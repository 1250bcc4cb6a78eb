// The study's tables as CSV: one row per element or outage or limit, the numbers of the study.
import { describe, expect, it } from "vitest";
import { caseElementCsv, envelopeCsv, firmCapacityCsv, outagesCsv, studyCsv, STUDY_CSV_TABLES, yearsCsv } from "#solver/study/csv.ts";
import { runStudySync } from "#solver/study/index.ts";
import { fixtureDocument, twinTransformers } from "./networks.ts";

const rows = (csv: string) => csv.trimEnd().split("\r\n").map((line) => line.split(","));

describe("study CSV", () => {
  const outcome = runStudySync(fixtureDocument("tarn-head-calder-flats.json"), { outages: true, years: true });
  if (!outcome.ok) throw new Error("the demo must study");
  const { study, network } = outcome;

  it("puts each case in a column of the case × element table, each value the case's own reading", () => {
    const table = rows(caseElementCsv(network, study));
    expect(table[0]).toEqual(["element_id", "element_name", "quantity", "winter-peak", "summer-light", "town-feeder-out"]);
    const town = table.find((r) => r[0] === "b-town")!;
    expect(town[2]).toBe("voltage_pu");
    expect(Number(town[3])).toBeCloseTo(study.cases[0].loadFlow.buses.find((b) => b.id === "b-town")!.vPu, 5);
    // The town is off supply with its feeder out: no reading in that column.
    expect(town[5]).toBe("");
    const step = table.find((r) => r[0] === "t-calder")!;
    expect(step[2]).toBe("loading_pct");
  });

  it("lists each outage with the load it loses (the town's 7 MW at peak, half of it at half load: by hand), and each limit with its first year", () => {
    const outages = rows(outagesCsv(network, study));
    expect(outages[0].slice(0, 4)).toEqual(["case_id", "element_out", "element_out_name", "kind"]);
    expect(outages).toHaveLength(1 + study.outages!.length);
    const lost = outages[0].indexOf("lost_load_MW");
    expect(outages.find((r) => r[0] === "winter-peak" && r[1] === "l-town")![lost]).toBe("7");
    expect(outages.find((r) => r[0] === "summer-light" && r[1] === "l-town")![lost]).toBe("3.5");
    const years = rows(yearsCsv(network, study));
    expect(years[0]).toEqual(["element_id", "element_name", "limit", "first_year", "case_id", "value", "limit_value"]);
    expect(years.slice(1).map((r) => `${r[0]} ${r[3]}`).sort()).toEqual(study.years!.map((y) => `${y.element} ${y.firstYear}`).sort());
  });

  it("gives each bus's lowest and highest voltage and each branch's highest loading with the case that sets it", () => {
    const table = rows(envelopeCsv(network, study));
    expect(table[0]).toEqual(["element_id", "element_name", "kind", "quantity", "value", "case_id", "limit"]);
    const townLow = table.find((r) => r[0] === "b-town" && r[3] === "voltage_min_pu")!;
    const envelope = study.envelope.buses.find((b) => b.id === "b-town")!;
    expect(Number(townLow[4])).toBeCloseTo(envelope.vMinPu, 5);
    expect(townLow[5]).toBe(envelope.vMinCase);
    expect(table.filter((r) => r[3] === "loading_max_pct")).toHaveLength(study.envelope.branches.length);
  });

  it("answers every named table", () => {
    for (const table of STUDY_CSV_TABLES) expect(studyCsv(table, network, study)).toMatch(/\r\n$/);
  });
});

describe("firm capacity CSV", () => {
  it("is the installed capacity less the largest unit (common practice for N-1): 10 + 10 + 15 MVA holds 20 MVA firm", () => {
    const doc = twinTransformers(12);
    const third = { ...doc.transformers![0], id: "t3", name: "Transformer t3", ratedMVA: 15 };
    const outcome = runStudySync({ ...doc, transformers: [...doc.transformers!, third] }, { outages: true });
    if (!outcome.ok) throw new Error(outcome.issues.map((i) => i.message).join("; "));
    const table = rows(firmCapacityCsv(outcome.network, outcome.study));
    expect(table[0]).toEqual(["hv_bus", "lv_bus", "transformers", "installed_MVA", "firm_MVA", "peak_demand_MVA", "peak_case_id", "within_firm"]);
    expect(table[1].slice(0, 5)).toEqual(["hv", "lv", "t1 t2 t3", "35", "20"]);
    // 12 MW at 0.33 Mvar/MW is 12.64 MVA of load (√(12² + 3.96²)) plus the transformers' own losses.
    expect(Number(table[1][5])).toBeGreaterThan(Math.hypot(12, 3.96));
    expect(Number(table[1][5])).toBeLessThan(Math.hypot(12, 3.96) * 1.05);
    expect(table[1][7]).toBe("yes");
  });
});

=======

→ Problem details
Scan the lines above, and whenever one holds the string "outcome", copy it.

→ Exercise solution
  const outcome = runStudySync(fixtureDocument("tarn-head-calder-flats.json"), { outages: true, years: true });
  if (!outcome.ok) throw new Error("the demo must study");
  const { study, network } = outcome;
    const outcome = runStudySync({ ...doc, transformers: [...doc.transformers!, third] }, { outages: true });
    if (!outcome.ok) throw new Error(outcome.issues.map((i) => i.message).join("; "));
    const table = rows(firmCapacityCsv(outcome.network, outcome.study));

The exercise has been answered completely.